+++ Provided material +++

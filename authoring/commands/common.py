"""Stage 9, the commands: what several of them share: JSON, progress, and reading words of the command line."""

from __future__ import annotations

import json
import sys
from collections.abc import Callable, Iterator
from contextlib import contextmanager
from typing import Any

import click

from authoring.atoms.subshell import Subshell
from authoring.shielding.practice import Practice, published, with_convention

json_option = click.option("--json", "as_json", is_flag=True, help="Print JSON (`shieldwright guide json`).")
convention_option = click.option(
    "--convention", "conventions", multiple=True, metavar="WORDS=VALUE", help="A convention, such as '1s pair=0.35'."
)


def print_json(data: Any) -> None:
    """JSON for other programs: indented, Unicode as it is."""
    click.echo(json.dumps(data, ensure_ascii=False, indent=1))


def practice_under(conventions: tuple[str, ...]) -> Practice:
    """The published practice under conventions given as WORDS=VALUE."""
    practice = published()
    for text in conventions:
        words, equals, value = text.partition("=")
        if not equals:
            raise click.UsageError(f"--convention {text!r}: write WORDS=VALUE")
        practice = with_convention(practice, words.strip(), value.strip())
    return practice


def electron_word(word: str | None) -> Subshell | None:
    """An electron from the command line; nothing or `outermost` means the outermost."""
    return None if word in (None, "outermost") else Subshell.parse(word or "")


def details_from(pairs: tuple[str, ...]) -> tuple[tuple[str, str], ...]:
    """Details given as NAME=VALUE."""
    found = {}
    for text in pairs:
        name, equals, value = text.partition("=")
        if not equals:
            raise click.UsageError(f"--with {text!r}: write NAME=VALUE")
        found[name.strip()] = value.strip()
    return tuple(sorted(found.items()))


@contextmanager
def progress_bar(words: str) -> Iterator[Callable[[int, int], None]]:
    """A line of progress on a terminal; silence in a pipe."""
    if not sys.stderr.isatty():
        yield lambda done, total: None
        return
    from rich.console import Console
    from rich.progress import Progress

    with Progress(console=Console(stderr=True), transient=True) as bar:
        task = bar.add_task(words, total=None)
        yield lambda done, total: bar.update(task, completed=done, total=total)
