"""`work`: the full working of one quantity at the terminal."""

from __future__ import annotations

import click

from authoring.atoms.species import Species
from authoring.commands.common import (
    convention_option,
    details_from,
    electron_word,
    json_option,
    practice_under,
    print_json,
)
from authoring.faults import ContentError
from authoring.papers.record import ascii_text
from authoring.press.plain import working_text
from authoring.shielding.quantity import Quantity, Target, quantity
from authoring.shielding.solve import Step, check_details, work
from authoring.tasks.apart import told_apart
from authoring.tasks.points import pointed
from authoring.tasks.setting import must_have
from authoring.working.lines import Point
from authoring.working.numbers import Rounding
from authoring.working.text import to_text


@click.command("work")
@click.argument("species")
@click.argument("electron", required=False)
@click.option("--quantity", "name", default=None, help="The quantity; default: the effective nuclear charge.")
@click.option("--with", "details", multiple=True, metavar="NAME=VALUE", help="What else the quantity takes.")
@click.option("--figures", type=click.IntRange(1, 12), help="Significant figures of the answer.")
@convention_option
@json_option
def command(
    species: str,
    electron: str | None,
    name: str | None,
    details: tuple[str, ...],
    figures: int | None,
    conventions: tuple[str, ...],
    as_json: bool,
) -> None:
    """Work out a quantity of SPECIES (and ELECTRON), with every step.

    \b
    shieldwright work V 4s
    shieldwright work Fe2+ 3d --quantity "orbital energy"
    """
    what = quantity(name or "effective nuclear charge")
    if electron is not None and "electron" not in what.takes:
        raise ContentError(f"{what.name} is not a quantity of an electron; leave {electron!r} out")
    target = Target(what.name, Species.parse(species), electron_word(electron), details_from(details))
    practice = practice_under(conventions)
    check_details(target)
    must_have(target, practice)
    steps = work(target, practice, rounding=Rounding(figures=figures) if figures else None)
    points = pointed(steps, None)
    if as_json:
        print_json(working_data(target, what, steps, points))
    else:
        click.echo(working_text(told_apart(steps), points))


def working_data(target: Target, what: Quantity, steps: tuple[Step, ...], points: tuple[Point, ...]) -> object:
    """`{species, electron, quantity, answer, unit, lines}`."""
    last = steps[-1].line
    return {
        "species": target.species.label,
        "electron": target.electron.label if target.electron else None,
        "quantity": what.name,
        "answer": ascii_text(last.shown),
        "unit": last.unit,
        "lines": [
            {
                "quantity": step.line.quantity,
                "statement": to_text(step.line.chain),
                "value": ascii_text(step.line.shown),
                "unit": step.line.unit,
                "point": " ".join(point.code for point in points if point.line == at),
            }
            for at, step in enumerate(steps)
        ],
    }
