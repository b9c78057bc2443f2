"""`guide`: the reference, made from the program's own tables."""

from __future__ import annotations

import click

from authoring.commands.common import print_json
from authoring.commands.guide_topics import TOPICS, topic
from authoring.faults import UsageError, suggestion
from authoring.specs.schema import KINDS, schema


@click.command("guide")
@click.argument("words", nargs=-1, metavar="[TOPIC [NAME]]")
@click.option("--schema", "kind", metavar="KIND", help=f"Print the JSON Schema of: {', '.join(KINDS)}.")
@click.option("--json", "as_json", is_flag=True, help="The topic as JSON: {topic, text}.")
def command(words: tuple[str, ...], kind: str | None, as_json: bool) -> None:
    """Explain quantities, tasks, slips, the keys of items and plans, scripts and JSON.

    \b
    shieldwright guide
    shieldwright guide task select
    shieldwright guide --schema item
    """
    if kind is not None:
        print_json(schema(kind))
        return
    name, detail = (words[0] if words else ""), " ".join(words[1:])
    if not name:
        text = contents()
    elif name in TOPICS:
        text = topic(name, detail)
    else:
        raise UsageError(f"no topic {name[:40]!r}{suggestion(name, list(TOPICS))}")
    if as_json:
        print_json({"topic": name, "text": text})
    else:
        click.echo(text)


def contents() -> str:
    """The list of topics."""
    width = max(map(len, TOPICS))
    lines = [f"  {name.ljust(width)}  {entry.says}" for name, entry in TOPICS.items()]
    return "\n".join(["Topics (shieldwright guide TOPIC):", "", *lines])
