"""The shipped items and plans: sound in every variant, valid by their schemas, printable, varied, and cautious."""

from __future__ import annotations

import re
import xml.etree.ElementTree as ET
from collections import Counter
from pathlib import Path

import jsonschema
import pytest

from authoring.papers.assemble import assembled
from authoring.papers.questions import Question, Terms, question
from authoring.papers.record import record
from authoring.papers.variants import enumerated
from authoring.papers.vet import vetted_plan
from authoring.press.html_documents import write_key_html, write_sheets_html
from authoring.press.publish import publish
from authoring.shielding.practice import published
from authoring.shielding.quantity import quantities
from authoring.slips.catalogue import shipped
from authoring.specs.item import LEVELS, Item, read_item
from authoring.specs.plan import read_plan
from authoring.specs.schema import schema
from authoring.specs.shipped import shipped_folder, shipped_names
from authoring.specs.yaml_tree import read_tree
from authoring.tasks.solved import Options, ShownWorking, Solved
from authoring.tasks.task import tasks
from authoring.working.prose_text import prose_text

ITEMS = shipped_names("items")
PLANS = shipped_names("plans")
TERMS = Terms(published(), shipped())
FOLDER = shipped_folder("scenarios")
TURNS = 6  # options and wordings turn with the place in the set


def item(name: str) -> Item:
    return read_item(FOLDER / "items" / f"{name}.yaml")


@pytest.fixture(scope="session")
def solved_bank() -> dict[str, list[Question]]:
    """Every variant of every item, solved once."""
    bank: dict[str, list[Question]] = {}
    for name in ITEMS:
        read = item(name)
        variants = enumerated(read, TERMS.practice).variants
        bank[name] = [question(variant, TERMS, at % TURNS) for at, variant in enumerate(variants)]
    return bank


def parts_of(bank: dict[str, list[Question]], task: str | None = None) -> list[tuple[str, Solved]]:
    found = []
    for name, questions in bank.items():
        for one in questions:
            for part in one.parts:
                for solved in [choice.solved for choice in part.choices] or [part.solved]:
                    if task in (None, solved.task):
                        found.append((f"{name} {one.variant.variables}", solved))
    return found


def test_the_bank_is_large_enough() -> None:
    """At least 45 items on three levels, and 8 plans."""
    assert len(ITEMS) >= 45
    assert len(PLANS) >= 8
    assert {item(name).level for name in ITEMS} == set(LEVELS)


def test_every_variant_solves_with_equal_marks(solved_bank: dict[str, list[Question]]) -> None:
    """Candidates get different but equally heavy papers: all variants of an item have the same marks."""
    for name, questions in solved_bank.items():
        assert len(questions) >= 6, name
        assert len({one.marks for one in questions}) == 1, name


def test_every_quantity_and_task_is_in_the_bank(solved_bank: dict[str, list[Question]]) -> None:
    """Each is asked for, or worked on the way, by some item (tables to complete and charts count by what they show)."""
    solved = parts_of(solved_bank)
    assert {each.task for _, each in solved} == set(tasks())
    seen = {step.target.quantity for _, each in solved for step in each.steps}
    seen |= {target.quantity for _, each in solved for target in each.targets}
    given = {table.quantity for name in ITEMS for table in item(name).given if table.quantity}
    charted = {figure.chart for name in ITEMS if (figure := item(name).figure)}
    assert set(quantities()) <= seen | given | charted


@pytest.mark.parametrize("kind", ["items", "plans"])
def test_files_are_valid_by_the_json_schema(kind: str) -> None:
    """A general-purpose validator accepts every shipped file by the schema that `guide --schema` prints."""
    made = schema(kind.removesuffix("s"))
    jsonschema.Draft202012Validator.check_schema(made)
    validator = jsonschema.Draft202012Validator(made)
    for path in sorted((FOLDER / kind).glob("*.yaml")):
        errors = [error.message for error in validator.iter_errors(read_tree(path).data)]
        assert not errors, (path.name, errors)


def test_the_schema_refuses_what_the_reader_refuses() -> None:
    """The schema can fail: an unknown key, a missing one, a task that is not there."""
    validator = jsonschema.Draft202012Validator(schema("item"))
    good = {"item": "A", "level": "majors", "story": "B", "parts": [{"calculate": "screening constant", "of": "V"}]}
    assert validator.is_valid(good)
    assert not validator.is_valid({**good, "storey": "C"})
    assert not validator.is_valid({key: value for key, value in good.items() if key != "story"})
    assert not validator.is_valid({**good, "parts": [{"compute": "screening constant"}]})
    assert not validator.is_valid({**good, "parts": [{"calculate": "screening constant", "marks": 99}]})


def test_select_has_distinct_options_and_balanced_places(solved_bank: dict[str, list[Question]]) -> None:
    """No two options are alike, one is the key, and every other is a named slip's."""
    for where, solved in parts_of(solved_bank, "select"):
        options = next(each for each in solved.exhibits if isinstance(each, Options)).options
        assert len({option.shown for option in options}) == len(options), where
        right = [option for option in options if not option.slips]
        assert [option.letter for option in right] == [solved.answer.value], where
    for name in ITEMS:
        read = item(name)
        variant = enumerated(read, TERMS.practice).variants[0]
        for at, part in enumerate(read.parts):
            if getattr(part, "task", None) is tasks()["select"]:
                places = (question(variant, TERMS, turn).parts[at].solved.answer.value for turn in range(60))
                letters = Counter(map(str, places))
                assert len(set(letters.values())) == 1, (name, letters)


def test_correct_prints_a_working_whose_first_wrong_line_is_the_slips(solved_bank: dict[str, list[Question]]) -> None:
    """Before the named line everything agrees with the published practice; that line does not."""
    for where, solved in parts_of(solved_bank, "correct"):
        printed = next(each for each in solved.exhibits if isinstance(each, ShownWorking)).lines
        number = int(str(solved.answer.shown).split(";")[0].removeprefix("line "))
        assert 1 <= number <= len(printed), where
        right = {step.line.quantity: step.line.shown for step in solved.steps}
        assert printed[number - 1].shown != right.get(printed[number - 1].quantity), where


def test_identify_has_one_answer(solved_bank: dict[str, list[Question]]) -> None:
    """Among the candidates stated, only the answer has the value printed (they are exhausted at solving)."""
    found = parts_of(solved_bank, "identify")
    assert found
    for where, solved in found:
        assert solved.given and solved.answer.shown, where


def test_stories_read_well(solved_bank: dict[str, list[Question]]) -> None:
    """No doubled words or spaces, no article that cannot stand, sentences begin with capitals (common practice)."""
    doubled = re.compile(r"\b(\w{2,}) \1\b")
    bad_article = re.compile(r"\b[Aa] (?:[aeio]\w|u[^nrst]\w)|\b[Aa]n (?:[bcdfgjklmnpqrtvwxyz][a-z]{2})")
    for name, questions in solved_bank.items():
        for one in questions:
            texts = [prose_text(one.story), *(prose_text(part.ask) for part in one.parts if part.ask)]
            for text in texts:
                where = (name, one.variant.variables, text)
                assert "  " not in text.replace("\n", " ").strip(), where
                assert not doubled.search(text), where
                assert not bad_article.search(text), where
                assert "{" not in text and "}" not in text, where
                assert re.match(r"[A-Z‘“'\"(0-9]", text), where


def test_dangerous_settings_carry_a_caution() -> None:
    """A story with X-rays, acids, furnaces, high voltage … says that it is a paper exercise."""
    dangerous = re.compile(r"X-ray|acid|furnace|voltage|molten|melt|laser|battery|chlorine|cyanide|radioact|discharge")
    for name in ITEMS:
        read = item(name)
        data = read.tree.data
        assert isinstance(data, dict)
        if dangerous.search(str(data["story"])):
            assert "paper exercise" in str(data.get("caution", "")), name


@pytest.mark.parametrize("name", PLANS)
def test_every_plan_is_sound_and_prints(name: str, tmp_path: Path) -> None:
    """Each plan vets without a fault; three papers of it print as PDF, and HTML that parses; the record has them."""
    path = FOLDER / "plans" / f"{name}.yaml"
    assert not [one for each in vetted_plan(path) for one in each.findings if one.severity == "fault"]
    plan = read_plan(path)
    made = assembled(plan, Terms(plan.practice, plan.slips, plan.figures), "bank", [None] * 3)
    result = publish(made, tmp_path)
    assert not result.missing
    for file in ("sheets.pdf", "key.pdf"):
        assert (tmp_path / file).read_bytes().startswith(b"%PDF"), file
    for file in ("sheets.html", "key.html"):
        ET.fromstring((tmp_path / file).read_text(encoding="utf-8").replace("<!doctype html>", "", 1))
    assert len(record(made)["papers"]) == 3


def test_every_item_prints(tmp_path: Path) -> None:
    """Every item, in a few of its variants, on one paper: sheet and key, PDF and HTML."""
    items = "\n".join(f"  - {name}" for name in ITEMS)
    path = tmp_path / "everything.yaml"
    path.write_text(f"plan: Everything\nitems:\n{items}\nattach: [constants, periodic table]\n", encoding="utf-8")
    plan = read_plan(path)
    made = assembled(plan, Terms(plan.practice, plan.slips), "all", [None] * 4)
    target = tmp_path / "out"
    target.mkdir()
    assert not publish(made, target).missing
    write_sheets_html(made, target / "again.html", lambda *_: None)
    write_key_html(made, target / "again-key.html", lambda *_: None)
    assert (target / "again.html").read_bytes() == (target / "sheets.html").read_bytes()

+++

Instructions to follow:
Report the count of lines in the entries that contain "press". Nothing else should be given.

Solution to this exercise:
3